# Problem mit bat-Datei, Befehl falsch geschrieben



## RuXeR (18. November 2010)

Hi,

wollte heut für ein Spiel einen Server erstellen. Als ich den Login Server für das Spiel mit hilfe der Bat-Datei "startLoginServer.bat" starte, kamm der Fehler:



> Der Befehl "java" ist entweder falsch geschrieben oder konnte nicht  gefunden werden.
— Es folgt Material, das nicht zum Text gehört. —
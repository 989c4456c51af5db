/**
 * The browser bundle holds the console and the contract room only: no numerics (propagator/, planner/) and
 * nothing of the server rooms. Read from the source maps of a real `vite build`, so what is checked is what
 * the browser downloads, not what tree-shaking might leave out.
 */
import { mkdtempSync, readdirSync, readFileSync, rmSync } from 'node:fs';
import { tmpdir } from 'node:os';
import { join, relative, resolve } from 'node:path';
import { afterAll, beforeAll, describe, expect, it } from 'vitest';
import { buildConsole } from './build-console.ts';

const ROOT = resolve(import.meta.dirname, '../..');
let outDir = '';
let sources: string[] = [];

/** Project-relative paths of every module in the bundle's source maps. */
function bundledSources(dir: string): string[] {
  const found = new Set<string>();
  for (const entry of readdirSync(dir, { recursive: true, encoding: 'utf8' })) {
    if (!entry.endsWith('.js.map')) continue;
    const mapFile = join(dir, entry);
    const map = JSON.parse(readFileSync(mapFile, 'utf8')) as { sources: string[]; sourceRoot?: string };
    for (const s of map.sources) found.add(relative(ROOT, resolve(join(dir, entry, '..'), map.sourceRoot ?? '', s)));
  }
  return [...found].sort();
}

describe('console bundle', () => {
  beforeAll(() => {
    outDir = mkdtempSync(join(tmpdir(), 'veer-console-bundle-'));
    buildConsole(outDir);
    sources = bundledSources(outDir);
  });
  afterAll(() => { if (outDir) rmSync(outDir, { recursive: true, force: true }); });

  it('should bundle the console and the contract room', () => {
    expect(sources).toContain('console/src/main.ts');
    expect(sources).toContain('contract/problem-schema.ts');
  });

  it('should hold no module of the project outside console/src and contract/', () => {
    const project = sources.filter((s) => !s.startsWith('node_modules/') && !s.startsWith('..'));
    const outside = project.filter((s) => !s.startsWith('console/src/') && !s.startsWith('contract/'));
    expect(outside).toEqual([]);
    expect(sources.filter((s) => s.startsWith('propagator/'))).toEqual([]);
  });
});
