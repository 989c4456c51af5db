/**
 * Socket writes per submission: the producer's commands of one wait (the two admission counts; the job, its id
 * in the submitter's set and that set's expiry) leave in one write to Redis, so a submission without an
 * idempotency key costs two writes instead of five (one with a new key four instead of six), and nothing of it
 * is lost. Writes are counted where a Writable hands its data to the socket (`_write` for one chunk, `_writev`
 * for several: Node.js stream API, "API for stream implementers"). Real Redis (test/harness/redis.ts).
 */
import type { Socket } from 'node:net';
import { afterAll, beforeAll, describe, expect, it } from 'vitest';
import { jobRequestSchema, RetargetQueue } from '../../queue/index.ts';
import { submitterJobsKey } from '../../queue/producer/admission.ts';
import { startRedis, type TestRedis } from '../harness/redis.ts';
import { reachableProblem, submission } from './fixtures.ts';

let redis: TestRedis;
let queue: RetargetQueue;
const prefix = `writes${Date.now().toString(36)}`;
beforeAll(async () => {
  redis = await startRedis();
  queue = new RetargetQueue({ redisUrl: redis.url, prefix });
  await queue.queue.waitUntilReady();
});
afterAll(async () => {
  await queue?.queue.obliterate({ force: true });
  await queue?.close();
  await redis?.stop();
});

/** Counts the batches the socket hands to the system while `run` runs; restores the socket after. */
async function socketWrites<T>(socket: Socket, run: () => Promise<T>): Promise<{ writes: number; result: T }> {
  const target = socket as unknown as Record<'_write' | '_writev', (...args: unknown[]) => unknown>;
  const original = { write: target._write, writev: target._writev };
  let writes = 0;
  target._write = function counted(this: unknown, ...args: unknown[]) { writes++; return original.write.apply(this, args); };
  target._writev = function counted(this: unknown, ...args: unknown[]) { writes++; return original.writev.apply(this, args); };
  try {
    const result = await run();
    return { writes, result };
  } finally {
    target._write = original.write;
    target._writev = original.writev;
  }
}

describe('submission writes to Redis', () => {
  describe('when a job without an idempotency key is submitted', () => {
    it('should send its five commands in two socket writes, one per wait, and store the job and the set entry', async () => {
      const request = jobRequestSchema.parse(submission(reachableProblem({ name: 'WRITESAT' })));
      await queue.submit(request, 'warm-up'); // BullMQ loads its scripts on the first use of each
      const { writes, result } = await socketWrites(queue.redis.stream, () => queue.submit(request, 'writer'));
      expect(result.outcome).toBe('created');
      expect(writes).toBe(2);
      const jobId = (result as { jobId: string }).jobId;
      const stored = await queue.findJob(jobId);
      expect(stored?.data.submittedBy).toBe('writer');
      // No key, so no later submission can name this job: its request hash is neither computed nor stored.
      expect(stored?.data.requestHash).toBeUndefined();
      const key = submitterJobsKey(prefix, 'writer');
      expect(await queue.redis.sismember(key, jobId)).toBe(1);
      expect(await queue.redis.ttl(key)).toBeGreaterThan(0);
    });
  });

  describe('when a job with a new idempotency key is submitted', () => {
    it('should read the key\'s job and cancel record in one write: four writes in all', async () => {
      const request = jobRequestSchema.parse(submission(reachableProblem({ name: 'KEYSAT' }), { idempotencyKey: 'writes-key-1' }));
      await queue.submit(jobRequestSchema.parse(submission(reachableProblem({ name: 'KEYSAT' }), { idempotencyKey: 'writes-warm-up' })), 'keyed');
      const { writes, result } = await socketWrites(queue.redis.stream, () => queue.submit(request, 'keyed'));
      expect(result.outcome).toBe('created');
      // The two reads; the two admission counts; the job with its set entry and expiry; the re-read of the job.
      expect(writes).toBe(4);
      const again = await queue.submit(request, 'keyed');
      expect(again).toEqual({ outcome: 'existing', jobId: (result as { jobId: string }).jobId });
      expect((await queue.findJob((result as { jobId: string }).jobId))?.data.requestHash).toMatch(/^[0-9a-f]{64}$/);
    });
  });

  describe('when twenty jobs are submitted at once', () => {
    it('should send fewer writes than commands and lose none of the jobs', async () => {
      const request = jobRequestSchema.parse(submission(reachableProblem({ name: 'BURSTSAT' })));
      const { writes, result } = await socketWrites(queue.redis.stream,
        () => Promise.all(Array.from({ length: 20 }, () => queue.submit(request, 'burst'))));
      expect(result.every((r) => r.outcome === 'created')).toBe(true);
      expect(writes).toBeLessThan(20 * 5);
      const ids = result.map((r) => (r as { jobId: string }).jobId);
      const stored = await Promise.all(ids.map((id) => queue.findJob(id)));
      expect(stored.filter((job) => job?.data.submittedBy === 'burst')).toHaveLength(20);
      expect(await queue.redis.scard(submitterJobsKey(prefix, 'burst'))).toBe(20);
    });
  });
  describe('when twenty jobs of one submitter arrive together', () => {
    it('should read each admission count once for all of them and still admit and store every job', async () => {
      const request = jobRequestSchema.parse(submission(reachableProblem({ name: 'SHARESAT' })));
      const reads = { waiting: 0, unfinished: 0 };
      const counts = queue.queue.getCountsPerPriority.bind(queue.queue);
      const scard = queue.redis.scard.bind(queue.redis);
      queue.queue.getCountsPerPriority = (async (...args: Parameters<typeof counts>) => { reads.waiting++; return counts(...args); }) as typeof counts;
      queue.redis.scard = ((...args: Parameters<typeof scard>) => { reads.unfinished++; return scard(...args); }) as typeof scard;
      try {
        const result = await Promise.all(Array.from({ length: 20 }, () => queue.submit(request, 'sharer')));
        expect(result.every((r) => r.outcome === 'created')).toBe(true);
        expect(reads).toEqual({ waiting: 1, unfinished: 1 });
        expect(await scard(submitterJobsKey(prefix, 'sharer'))).toBe(20);
        // Once answered, nothing is kept: the next submission reads afresh.
        await queue.submit(request, 'sharer');
        expect(reads).toEqual({ waiting: 2, unfinished: 2 });
      } finally {
        delete (queue.queue as unknown as Record<string, unknown>).getCountsPerPriority;
        delete (queue.redis as unknown as Record<string, unknown>).scard;
      }
    });
  });
});
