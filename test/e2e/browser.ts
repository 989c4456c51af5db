/**
 * Real headless Chromium for the console tests: Debian's /usr/bin/chromium (or CHROMIUM_PATH) driven by
 * playwright-core with a fresh profile folder; no browser is ever downloaded.
 */
import { existsSync, mkdtempSync, rmSync } from 'node:fs';
import { tmpdir } from 'node:os';
import { join } from 'node:path';
import { chromium, type BrowserContext } from 'playwright-core';
import { chromiumPath } from '../../scripts/setup.mjs';

export const CHROMIUM_PATH = chromiumPath();

export interface TestBrowser { context: BrowserContext; close(): Promise<void> }

export async function launchChromium(viewport = { width: 1280, height: 800 }): Promise<TestBrowser> {
  if (!existsSync(CHROMIUM_PATH)) throw new Error(`no Chromium at ${CHROMIUM_PATH}: install Debian's chromium package or set CHROMIUM_PATH`);
  const profile = mkdtempSync(join(tmpdir(), 'veer-chromium-'));
  const context = await chromium.launchPersistentContext(profile, {
    executablePath: CHROMIUM_PATH,
    headless: true,
    viewport,
    acceptDownloads: true,
    args: [
      '--headless', '--no-sandbox', '--disable-gpu', '--disable-quic', '--no-first-run', '--disable-background-networking',
      '--disable-component-update', '--disable-sync',
      // Every host name fails to resolve except the test server's loopback address: the browser can never reach outside.
      '--host-resolver-rules=MAP * ~NOTFOUND , EXCLUDE 127.0.0.1',
    ],
  });
  return {
    context,
    async close() {
      await context.close();
      rmSync(profile, { recursive: true, force: true });
    },
  };
}
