/**
 * Shared steps of the console tests that review one plan of the demo flyby: submit the demo (edited by the
 * caller), wait for its plan through the service, open Chromium and sign in as the reviewer.
 */
import { readFileSync } from 'node:fs';
import { resolve } from 'node:path';
import type { Page } from 'playwright-core';
import { expect } from 'vitest';
import { waitForJob, type TestService } from '../harness/service.ts';
import { submission } from '../queue/fixtures.ts';
import { launchChromium, type TestBrowser } from './browser.ts';

const ROOT = resolve(import.meta.dirname, '../..');

/** Plans examples/flyby-demo.json after `edit` through the running service; returns the plan id and the plan. */
export async function planDemo<P>(svc: TestService, edit: (demo: Record<string, any>) => void): Promise<{ planId: string; plan: P }> {
  const demo = JSON.parse(readFileSync(resolve(ROOT, 'examples/flyby-demo.json'), 'utf8')) as Record<string, any>;
  edit(demo);
  const submitted = await svc.request('POST', '/v1/jobs', { token: svc.tokens.submitter, body: submission(demo) });
  const done = await waitForJob(svc, submitted.body.jobId, (s) => s.state === 'completed' || s.state === 'failed', 240_000);
  expect(done.state).toBe('completed');
  const planId = done.result.planId as string;
  const plan = (await svc.request('GET', `/v1/plans/${planId}`, { token: svc.tokens.reviewer })).body.plan as P;
  return { planId, plan };
}

/** Chromium with one page signed in to the console as the reviewer (on the jobs screen). */
export async function reviewerPage(svc: TestService): Promise<{ browser: TestBrowser; page: Page }> {
  const browser = await launchChromium();
  const page = await browser.context.newPage();
  await page.goto(`${svc.url}/console/`);
  await page.getByLabel('Access token').fill(svc.tokens.reviewer);
  await page.getByRole('button', { name: 'Sign in' }).click();
  await page.waitForURL(/#\/jobs$/);
  return { browser, page };
}
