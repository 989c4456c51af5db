/**
 * Service benchmarks (npm run bench:service; writes bench/results/service.md):
 *  1. submission latency over HTTP at 50 concurrent clients (autocannon, in its own process), target p99 < 50 ms;
 *     peers in the same rounds: GET /health of the same API, and a bare express 5 route (the framework's floor);
 *  2. queue overhead per job for a trivial problem: end-to-end time through API-less queue + worker + archive,
 *     minus the planner's own time for the same problem in-process, target < 20 ms;
 *  3. throughput (jobs/s) with 1, 2 and 4 worker processes draining the same batch of jobs.
 * Uses REDIS_URL when set, else a private redis-server in a temp folder. The API and the workers run the compiled
 * build (dist/, what `npm run api` and `npm run worker` start), so `npm run build` must have run (the bench refuses
 * a missing dist/); the in-process planner peer runs in this process.
 */
import { execFile, spawn, type ChildProcess } from 'node:child_process';
import { promisify } from 'node:util';
import { existsSync, mkdirSync, mkdtempSync, readFileSync, rmSync, writeFileSync } from 'node:fs';
import { createRequire } from 'node:module';
import os from 'node:os';
import { join, resolve } from 'node:path';
import { openTokenStore } from '../api/auth/index.ts';
import { parseProblem, planManeuvers } from '../planner/index.ts';
import { JobEventHub, RetargetQueue, jobRequestSchema, startLocalRedis, type LocalRedis, type SubmitOutcome } from '../queue/index.ts';
import { reachableProblem } from '../test/queue/fixtures.ts';
import { codeVersion, cpuMs, historyRows, spreadOf } from './bench-stats.ts';
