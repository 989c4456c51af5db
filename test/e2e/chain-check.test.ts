/**
 * The console's in-browser re-hash of archive entries (console/src/chain-check.ts, WebCrypto) against the
 * archive's own hashing (archive/chain.ts, node:crypto) — two digests over the one canonical JSON rule
 * (contract/canonical-json.ts, RFC 8785-style). Node 20 provides the same WebCrypto API as the browser.
 */
import { describe, expect, it } from 'vitest';
import { entryHash } from '../../archive/index.ts';
import { checkEntries } from '../../console/src/chain-check.ts';
import { canonicalJson } from '../../contract/index.ts';
import type { HistoryEntry } from '../../console/src/plan-types.ts';

function chain(): HistoryEntry[] {
  const entries: HistoryEntry[] = [];
  let previousHash = '0'.repeat(64);
  const payloads: Record<string, unknown>[] = [
    { reason: 'retarget after OD 42', problemHash: 'ab'.repeat(32), nested: { z: 1, a: [1.5, -0, 1e21, 'é'] } },
    { plan: { burns: [{ magnitudeMS: 5.772744162999, label: 'TCM-1' }] }, caveatCodes: ['PROPOSAL_REQUIRES_REVIEW'] },
    { decision: 'approve', comment: 'checked “twice”', acknowledgedCaveatCodes: ['PROPOSAL_REQUIRES_REVIEW'] },
  ];
  payloads.forEach((payload, i) => {
    const base = { sequence: i + 1, at: `2031-01-0${i + 1}T00:00:00.000Z`, actor: i === 2 ? 'rita' : 'sam', kind: ['job-submitted', 'plan-proposed', 'review'][i] as 'review', planId: i === 0 ? null : 'plan-1', jobId: 'j-1', payload, previousHash };
    const hash = entryHash(base);
    entries.push({ ...base, hash, hashMatches: true });
    previousHash = hash;
  });
  return entries;
}

describe('console chain check', () => {
  describe('when the entries are as the archive wrote them', () => {
    it('should recompute every hash the archive computed and find every adjacent link', async () => {
      const result = await checkEntries(chain());
      expect(result).toEqual([
        { sequence: 1, hashOk: true, linkOk: null },
        { sequence: 2, hashOk: true, linkOk: true },
        { sequence: 3, hashOk: true, linkOk: true },
      ]);
    });

    it('should sort keys and drop undefined members like the archive (RFC 8785 key order)', () => {
      expect(canonicalJson({ b: 1, a: { d: undefined, c: [true, null] }, A: 'x' })).toBe('{"A":"x","a":{"c":[true,null]},"b":1}');
    });
  });

  describe('when an entry was altered', () => {
    it('should flag a changed payload and a broken link', async () => {
      const entries = chain();
      entries[1] = { ...entries[1], payload: { ...entries[1].payload, caveatCodes: [] } };
      entries[2] = { ...entries[2], previousHash: 'f'.repeat(64) };
      const result = await checkEntries(entries);
      expect(result?.map((c) => c.hashOk)).toEqual([true, false, false]);
      expect(result?.[2].linkOk).toBe(false);
    });
  });
});
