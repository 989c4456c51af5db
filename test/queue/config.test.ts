/**
 * Configuration from the environment: defaults, and one clear line per bad variable naming it, what it must
 * be and what was given. Also the PlanSink seam: the archive-backed sink stores a job's plan exactly once.
 */
import { mkdtempSync, rmSync } from 'node:fs';
import { tmpdir } from 'node:os';
import { join } from 'node:path';
import { describe, expect, it } from 'vitest';
import { loadApiConfig } from '../../api/index.ts';
import { openArchive } from '../../archive/index.ts';
import { parseProblem, planManeuvers } from '../../planner/index.ts';
import { ArchivePlanSink, ConfigError, loadWorkerConfig } from '../../queue/index.ts';
import { reachableProblem } from './fixtures.ts';

describe('worker configuration', () => {
  describe('when nothing is set', () => {
    it('should use the documented defaults', () => {
      const c = loadWorkerConfig({});
      expect(c).toEqual(expect.objectContaining({
        REDIS_URL: 'redis://127.0.0.1:6379', WORKER_CONCURRENCY: 1, JOB_TIME_LIMIT_S: 900, PLAN_SINK: 'archive', DATA_DIR: './data',
      }));
      expect(c.DATABASE_URL).toBeUndefined();
    });
  });

  describe('when several values are bad', () => {
    it('should throw one ConfigError naming every bad variable and its value', () => {
      let error: unknown;
      try {
        loadWorkerConfig({ REDIS_URL: 'localhost:6379', WORKER_CONCURRENCY: 'many', JOB_TIME_LIMIT_S: '0', DATABASE_URL: 'mysql://x', PLAN_SINK: 'disk' });
      } catch (e) { error = e; }
      expect(error).toBeInstanceOf(ConfigError);
      const problems = (error as ConfigError).problems;
      expect(problems).toHaveLength(5);
      expect(problems.find((p) => p.startsWith('REDIS_URL:'))).toMatch(/redis:\/\/.*\(got "localhost:6379"\)/);
      expect(problems.find((p) => p.startsWith('WORKER_CONCURRENCY:'))).toMatch(/whole number.*\(got "many"\)/);
      expect(problems.find((p) => p.startsWith('JOB_TIME_LIMIT_S:'))).toMatch(/at least 1 \(got "0"\)/);
      expect(problems.find((p) => p.startsWith('DATABASE_URL:'))).toMatch(/postgres/);
      expect(problems.find((p) => p.startsWith('PLAN_SINK:'))).toMatch(/archive or job-result/);
    });
  });

  describe('when a URL holding a password is bad', () => {
    it('should name the variable without echoing the password', () => {
      let error: unknown;
      try {
        loadWorkerConfig({ DATABASE_URL: 'mysql://veer:hunter2-secret@db:3306/veer', REDIS_URL: 'redis-tls://:redis-pw-77@cache:6380' });
      } catch (e) { error = e; }
      expect(error).toBeInstanceOf(ConfigError);
      const text = (error as ConfigError).message;
      expect(text).toMatch(/DATABASE_URL: .*\(got "mysql:\/\/\*\*\*@db:3306\/veer"\)/);
      expect(text).toMatch(/REDIS_URL: .*\(got "redis-tls:\/\/\*\*\*@cache:6380"\)/);
      expect(text).not.toMatch(/hunter2|redis-pw-77/);
    });
  });

  describe('when a *_URL without a scheme carries credentials', () => {
    it('should hide everything before the @', () => {
      expect(() => loadApiConfig({ DATABASE_URL: 'veer:hunter2@db/veer' })).toThrow(/DATABASE_URL: .*\(got "\*\*\*@db\/veer"\)/);
    });
  });

  describe('when a variable is set to the empty string', () => {
    it('should treat it as unset', () => {
      expect(loadWorkerConfig({ WORKER_CONCURRENCY: '', DATABASE_URL: '' }).WORKER_CONCURRENCY).toBe(1);
    });
  });
});

describe('API configuration', () => {
  describe('when the port and body limit are out of range', () => {
    it('should name both', () => {
      expect(() => loadApiConfig({ PORT: '70000', BODY_LIMIT_KB: '-1' })).toThrow(/PORT: must be at most 65535[\s\S]*BODY_LIMIT_KB: must be at least 1/);
    });
  });
});

describe('archive plan sink', () => {
  describe('when the same job stores its plan twice (a retry after a crash)', () => {
    it('should return the first plan id and write one plan-proposed entry', async () => {
      const dir = mkdtempSync(join(tmpdir(), 'veer-sink-'));
      const archive = await openArchive({ dataDir: dir });
      try {
        const sink = new ArchivePlanSink(archive, false);
        const plan = await planManeuvers(parseProblem(reachableProblem({ samples: 0, name: 'SINKSAT' })), { monteCarlo: 'skip' });
        const a = await sink.storeProposedPlan({ jobId: 'j-sink-1', actor: 'w1', submittedBy: 'alice', plan });
        const b = await sink.storeProposedPlan({ jobId: 'j-sink-1', actor: 'w2', submittedBy: 'alice', plan });
        expect(a.created).toBe(true);
        expect(b).toEqual({ planId: a.planId, created: false });
        const history = await archive.history(a.planId);
        expect(history.filter((e) => e.kind === 'plan-proposed')).toHaveLength(1);
      } finally {
        await archive.close();
        rmSync(dir, { recursive: true, force: true });
      }
    });
  });
});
Die Bat-Datei sieht so aus:



> @echo off
> title Login Server Console
> :start
> echo Starting L2J Login Server.
> ...


Kann leider nicht programmieren und hab auch keine Ahnung was ich ändern muss. Hoffe es kann mir jemand helfen


Gruß

mcdo1


----------



## bingo88 (19. November 2010)

1. Hast du ne Java Runtime (JRE) installiert?
2. Hast du den Pfad zur java.exe in deine PATH-Umgebungsvariable eingetragen?


----------



## RuXeR (20. November 2010)

Die PATH-Umgebungsvariable wars.


Danke für die Hilfe


----------



## bingo88 (20. November 2010)

mcdo1 schrieb:


> Die PATH-Umgebungsvariable wars.
> 
> 
> Danke für die Hilfe


Gut, kein Ding. Zum Glück ein einfach zu lösendes Problem gewesen


----------